§ Exercise requirements:
Report all lines of the records that contain "sodium".

§ The data:

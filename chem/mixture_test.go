package chem

import (
	"encoding/csv"
	"math"
	"os"
	"slices"
	"strconv"
	"strings"
	"testing"
)

// exampleIngredient is an ingredient of an example: its per cent and classes,
// separated by "; ".
func exampleIngredient(name string, percent float64, classes string) Ingredient {
	in := Ingredient{Name: name, Fraction: Fraction(percent / 100), Known: true, State: "liquid"}
	if classes != "" {
		in.Hazard.Classes = strings.Split(classes, "; ")
	}
	return in
}

func withATE(in Ingredient, route string, value float64) Ingredient {
	in.Estimates = append(in.Estimates, AcuteEstimate{Route: route, Value: value})
	return in
}

// tableIngredient takes the classification from the embedded hazard table.
func tableIngredient(t *testing.T, id string, percent float64) Ingredient {
	t.Helper()
	for _, r := range readTable("substance_hazards.csv") {
		if r.text("id") == id {
			in := exampleIngredient(r.text("name"), percent, r.text("classification"))
			in.Hazard.SCL, in.State = r.text("scl"), r.text("state_20C")
			in.Hazard.MAcute, _ = r.number("m_acute")
			in.Hazard.MChronic, _ = r.number("m_chronic")
			if r.text("euh") != "" {
				in.Hazard.EUH = strings.Fields(r.text("euh"))
			}
			return in
		}
	}
	t.Fatalf("no row %s", id)
	return Ingredient{}
}

// mixtureExample is a row of testdata/mixture_examples.csv, whose source column
// says where each was published. Ingredients, classes and the value are put in
// by hand from its text.
type mixtureExample struct {
	ingredients []Ingredient
	options     MixtureOptions
	classes     []string // must be given
	not         []string // prefixes of classes that must not be given
	reason      string   // class of the reason that holds the expected value
	statement   string   // beginning of a statement that must be there
	note        string   // part of a note that must be there
}

func mixtureExamples(t *testing.T) map[string]mixtureExample {
	water := func(percent float64) Ingredient { return tableIngredient(t, "water", percent) }
	// Note 3: the limits of the dichromate count 2 CrO4 of the dihydrate.
	dichromate := tableIngredient(t, "sodium-dichromate-dihydrate", 5)
	dichromate.LimitShare = 2 * 115.99 / 298.00
	noDermalTox := withATE(withATE(exampleIngredient("Ingredient 4", 40, ""), Oral, 400), InhaledVapour, 4)
	unknown3 := exampleIngredient("Ingredient 3", 11, "")
	unknown3.UnknownFor = []string{"dermal", "inhalation"}
	acid := exampleIngredient("Ingredient 1", 4, "Skin Corr. 1 H314")
	acid.PH, acid.HasPH = 1.8, true
	return map[string]mixtureExample{
		"MX-01": {ingredients: []Ingredient{
			withATE(exampleIngredient("Ingredient 1", 16, ""), Oral, 1600),
			withATE(exampleIngredient("Ingredient 2", 4, ""), Oral, 200),
			withATE(exampleIngredient("Ingredient 3", 80, ""), Oral, 3450),
		}, options: MixtureOptions{System: UNGHS}, classes: []string{"Acute Tox. 4 H302"}, reason: "Acute Tox. 4 oral"},
		"MX-02": {ingredients: []Ingredient{
			withATE(exampleIngredient("Ingredient 1", 26, ""), InhaledVapour, 11),
			withATE(exampleIngredient("Ingredient 2", 23, ""), InhaledVapour, 19),
			unknown3, noDermalTox,
		}, classes: []string{"Acute Tox. 3 H331"}, reason: "Acute Tox. 3 inhalation vapour",
			note: "11 % of the mixture consists of ingredients of unknown acute toxicity (inhalation"},
		"MX-03": {ingredients: []Ingredient{acid, exampleIngredient("Ingredient 2", 5, "Skin Irrit. 2 H315"),
			exampleIngredient("Ingredient 3", 5, "Skin Irrit. 3 H316"), {Name: "Ingredient 4", Fraction: 0.86}},
			options: MixtureOptions{PH: 4, HasPH: true}, classes: []string{"Skin Corr. 1 H314"}},
		"MX-04": {ingredients: []Ingredient{exampleIngredient("anionic surfactant", 9.2, ""),
			exampleIngredient("thickening agent", 0.8, "Skin Irrit. 2 H315"), water(90)}, not: []string{"Skin"}},
		"MX-06": {ingredients: []Ingredient{
			withATE(exampleIngredient("Component 1", 16, ""), Oral, 1600),
			exampleIngredient("Component 2", 4, "Acute Tox. 4 H302"),
			withATE(exampleIngredient("Component 3", 80, ""), Oral, 1050),
		}, classes: []string{"Acute Tox. 4 H302"}, reason: "Acute Tox. 4 oral"},
		"MX-07": {ingredients: []Ingredient{exampleIngredient("A", 1.8, "Skin Irrit. 2 H315"),
			exampleIngredient("B", 0.5, "Skin Corr. 1B H314"), exampleIngredient("C", 5.4, "Skin Irrit. 2 H315"),
			exampleIngredient("D", 4, ""), exampleIngredient("E", 2, "Skin Corr. 1A H314"), water(86.3)},
			classes: []string{"Skin Irrit. 2 H315"}, not: []string{"Skin Corr."}, reason: "Skin Irrit. 2"},
		"MX-08": {ingredients: []Ingredient{tableIngredient(t, "acetic-acid", 30), water(70)},
			classes: []string{"Skin Corr. 1B H314", "Eye Dam. 1 H318"}, statement: "H314"},
		"MX-09": {ingredients: []Ingredient{tableIngredient(t, "acetic-acid", 12), water(88)},
			classes: []string{"Skin Irrit. 2 H315", "Eye Irrit. 2 H319"}, not: []string{"Skin Corr.", "Eye Dam."}},
		"MX-10": {ingredients: []Ingredient{tableIngredient(t, "sulfuric-acid", 15), water(85)}, classes: []string{"Skin Corr. 1A H314"}},
		"MX-11": {ingredients: []Ingredient{tableIngredient(t, "hydrochloric-acid", 12), water(88)},
			classes: []string{"Skin Irrit. 2 H315", "Eye Irrit. 2 H319", "STOT SE 3 H335"}, not: []string{"Skin Corr.", "Eye Dam."}},
		"MX-12": {ingredients: []Ingredient{tableIngredient(t, "sodium-hydroxide", 1), water(99)},
			classes: []string{"Skin Irrit. 2 H315", "Eye Irrit. 2 H319"}, not: []string{"Skin Corr."}},
		"MX-13": {ingredients: []Ingredient{dichromate, tableIngredient(t, "sulfuric-acid", 12), water(83)},
			classes: []string{"Acute Tox. 4 H302", "Acute Tox. 3 H331", "Skin Corr. 1B H314", "Eye Dam. 1 H318", "Resp. Sens. 1 H334",
				"Skin Sens. 1 H317", "Carc. 1B H350", "Muta. 1B H340", "Repr. 1B H360FD", "STOT RE 2 H373", "Aquatic Chronic 2 H411"},
			not:    []string{"STOT SE", "Aquatic Acute", "STOT RE 1", "Acute Tox. 4 H312"},
			reason: "Skin Corr. 1B", note: "no M-factor on record"},
		"MX-14": {ingredients: []Ingredient{tableIngredient(t, "hexane", 8), tableIngredient(t, "ethyl-acetate", 92)},
			classes: []string{"Repr. 2 H361f", "STOT RE 2 H373", "STOT SE 3 H336", "Eye Irrit. 2 H319", "Aquatic Chronic 3 H412"},
			not:     []string{"Skin Irrit.", "Asp. Tox."}, reason: "Aquatic Chronic 3", note: "a flash point or other test is needed"},
		"MX-15": {ingredients: []Ingredient{tableIngredient(t, "sodium-hypochlorite-solution", 3), water(97)},
			classes: []string{"Skin Irrit. 2 H315", "Eye Dam. 1 H318", "Aquatic Acute 1 H400", "Aquatic Chronic 2 H411"},
			not:     []string{"Skin Corr."}, reason: "Aquatic Acute 1"},
		"MX-16": {ingredients: []Ingredient{exampleIngredient("X", 3, "Skin Corr. 1B H314"), exampleIngredient("Y", 4, "Skin Irrit. 2 H315"),
			exampleIngredient("rest", 93, "")}, classes: []string{"Skin Irrit. 2 H315", "Eye Dam. 1 H318"},
			not: []string{"Skin Corr."}, reason: "Skin Irrit. 2"},
		"MX-17": {ingredients: []Ingredient{exampleIngredient("X", 0.99, "Skin Sens. 1 H317"), exampleIngredient("rest", 99.01, "")},
			not: []string{"Skin Sens."}, statement: "EUH208"},
		"MX-18": {ingredients: []Ingredient{exampleIngredient("X", 0.29, "Repr. 1B H360"), exampleIngredient("Y", 0.29, "Repr. 1B H360"),
			exampleIngredient("rest", 99.42, "")}, not: []string{"Repr."}},
	}
}

func exampleRows(t *testing.T) []map[string]string {
	t.Helper()
	f, err := os.Open("../testdata/mixture_examples.csv")
	if err != nil {
		t.Fatal(err)
	}
	defer f.Close()
	records, err := csv.NewReader(f).ReadAll()
	if err != nil {
		t.Fatal(err)
	}
	var rows []map[string]string
	for _, rec := range records[1:] {
		row := map[string]string{}
		for i, column := range records[0] {
			row[column] = rec[i]
		}
		rows = append(rows, row)
	}
	return rows
}

func TestClassifyMixtureExamples(t *testing.T) {
	examples := mixtureExamples(t)
	for _, row := range exampleRows(t) {
		id := row["example_id"]
		if id == "MX-05" {
			continue // air concentrations: TestExposureSum
		}
		t.Run(id, func(t *testing.T) {
			ex, ok := examples[id]
			if !ok {
				t.Fatalf("row %s of %s isn't tried", id, row["source"])
			}
			got, err := ClassifyMixtureWith(ex.ingredients, ex.options)
			if err != nil {
				t.Fatal(err)
			}
			checkClasses(t, got, ex)
			checkValue(t, got, ex, row)
		})
	}
}

func checkClasses(t *testing.T, got Classification, ex mixtureExample) {
	t.Helper()
	for _, c := range ex.classes {
		if !slices.Contains(got.Classes, c) {
			t.Errorf("classes %v lack %s", got.Classes, c)
		}
	}
	for _, c := range got.Classes {
		for _, not := range ex.not {
			if strings.HasPrefix(c, not) {
				t.Errorf("classes %v hold %s", got.Classes, c)
			}
		}
	}
	if ex.statement != "" && !slices.ContainsFunc(got.Statements, func(s string) bool { return strings.HasPrefix(s, ex.statement) }) {
		t.Errorf("statements %q lack %s", got.Statements, ex.statement)
	}
	if ex.note != "" && !slices.ContainsFunc(got.Notes, func(s string) bool { return strings.Contains(s, ex.note) }) {
		t.Errorf("notes %q lack %q", got.Notes, ex.note)
	}
}

func checkValue(t *testing.T, got Classification, ex mixtureExample, row map[string]string) {
	t.Helper()
	if row["expected_value"] == "" {
		return
	}
	want, err := strconv.ParseFloat(row["expected_value"], 64)
	tolerance, err2 := strconv.ParseFloat(row["tolerance"], 64)
	if err != nil || err2 != nil {
		t.Fatalf("row %v: value or tolerance is no number", row)
	}
	for _, r := range got.Reasons {
		if r.Class == ex.reason {
			if math.Abs(r.Value-want) > tolerance {
				t.Errorf("%s = %g %s, want %g ± %g (%s)", r.Class, r.Value, r.Unit, want, tolerance, row["source"])
			}
			return
		}
	}
	t.Errorf("reasons %+v lack %q", got.Reasons, ex.reason)
}

// MX-05 of the examples: 29 CFR 1910.1000(d)(2)(ii).
func TestExposureSum(t *testing.T) {
	got, err := ExposureSum([]AirContaminant{{"B", 500, 1000}, {"C", 45, 200}, {"D", 40, 200}})
	if err != nil || math.Abs(got-0.925) > 0.0005 {
		t.Errorf("ExposureSum = %g, %v, want 0.925", got, err)
	}
	if _, err := ExposureSum([]AirContaminant{{"B", 1, 0}}); err == nil {
		t.Error("a contaminant without a limit: no error")
	}
}

func TestClassifyMixtureLabel(t *testing.T) {
	got, err := ClassifyMixture(mixtureExamples(t)["MX-13"].ingredients)
	if err != nil {
		t.Fatal(err)
	}
	// CLP Art. 26: skull leaves the exclamation mark out; H314 covers H318.
	if want := []string{"GHS05", "GHS06", "GHS08", "GHS09"}; !slices.Equal(got.Pictograms, want) {
		t.Errorf("pictograms %v, want %v", got.Pictograms, want)
	}
	if got.Signal != "Danger" {
		t.Errorf("signal word %q, want Danger", got.Signal)
	}
	for _, s := range got.Statements {
		if strings.HasPrefix(s, "H318") {
			t.Errorf("statements %q repeat eye damage", got.Statements)
		}
	}
}

func TestClassifyMixtureUnknownIsNotHarmless(t *testing.T) {
	got, err := ClassifyMixture([]Ingredient{{Name: "mystery", Fraction: 0.3}, tableIngredient(t, "water", 70)})
	if err != nil {
		t.Fatal(err)
	}
	if math.Abs(float64(got.Unknown)-0.3) > 1e-12 || !slices.ContainsFunc(got.Notes, func(s string) bool { return strings.Contains(s, "mystery") }) {
		t.Errorf("unknown %v, notes %q: want 0.3 and the ingredient named", got.Unknown, got.Notes)
	}
}

func TestClassifyMixtureBadInput(t *testing.T) {
	for name, in := range map[string][]Ingredient{
		"none":     nil,
		"negative": {{Name: "a", Fraction: -0.1}},
		"nan":      {{Name: "a", Fraction: Fraction(math.NaN())}},
		"over":     {{Name: "a", Fraction: 0.7}, {Name: "b", Fraction: 0.7}},
	} {
		if _, err := ClassifyMixture(in); err == nil {
			t.Errorf("%s: no error", name)
		}
	}
}

// Every classification and specific limit of the embedded table can be read,
// and every class but the gases under pressure has its label elements.
func TestHazardTableReads(t *testing.T) {
	for _, r := range readTable("substance_hazards.csv") {
		if r.text("classification") == "" {
			continue
		}
		for item := range strings.SplitSeq(r.text("classification"), "; ") {
			c, ok := ParseHazardClass(item)
			if !ok {
				t.Errorf("%s: %q can't be read", r.text("id"), item)
				continue
			}
			if _, ok := LabelElementsOf(c); !ok {
				t.Errorf("%s: no label elements for %v", r.text("id"), c)
			}
			if _, ok := Statement(c.Code); !ok {
				t.Errorf("%s: no words for %s", r.text("id"), c.Code)
			}
		}
		if _, _, bad := parseSpecificLimits(r.text("scl")); len(bad) > 0 {
			t.Errorf("%s: limits %q can't be read", r.text("id"), bad)
		}
	}
}

// The signal words and pictograms of the embedded table are those that Annex VI
// of CLP prints; LabelOf derives them from the classes.
func TestLabelOfTable(t *testing.T) {
	for _, r := range readTable("substance_hazards.csv") {
		var classes []HazardClass
		for item := range strings.SplitSeq(r.text("classification"), "; ") {
			if c, ok := ParseHazardClass(item); ok {
				classes = append(classes, c)
			}
		}
		want := strings.FieldsFunc(r.text("pictograms"), func(r rune) bool { return r == ';' || r == ' ' })
		slices.Sort(want)
		got := LabelOf(classes)
		if got.Signal != r.text("signal_word") || !slices.Equal(got.Pictograms, want) {
			t.Errorf("%s: %s %v, table has %s %v", r.text("id"), got.Signal, got.Pictograms, r.text("signal_word"), want)
		}
	}
}

// What is all but pure has the physical hazards of its substance: acetic acid
// is Flam. Liq. 3 H226 in CLP Annex VI (607-002-00-6), its solution isn't
// called so without a test.
func TestPureSubstanceKeepsPhysicalHazards(t *testing.T) {
	acid, _ := LookupSubstance("acetic acid")
	water, _ := LookupSubstance("water")
	for _, tt := range []struct {
		share Fraction
		want  bool
	}{{1, true}, {0.995, true}, {0.5, false}} {
		got, err := ClassifyMixture([]Ingredient{IngredientOf("acetic acid", acid, tt.share), IngredientOf("water", water, 1-tt.share)})
		if err != nil {
			t.Fatal(err)
		}
		if has := slices.Contains(got.Classes, "Flam. Liq. 3 H226"); has != tt.want {
			t.Errorf("acetic acid at %g %%: classes %v, want flammable: %v", tt.share.Percent(), got.Classes, tt.want)
		}
	}
}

§ Solution:
	dichromate := tableIngredient(t, "sodium-dichromate-dihydrate", 5)
		"MX-12": {ingredients: []Ingredient{tableIngredient(t, "sodium-hydroxide", 1), water(99)},
		"MX-15": {ingredients: []Ingredient{tableIngredient(t, "sodium-hypochlorite-solution", 3), water(97)},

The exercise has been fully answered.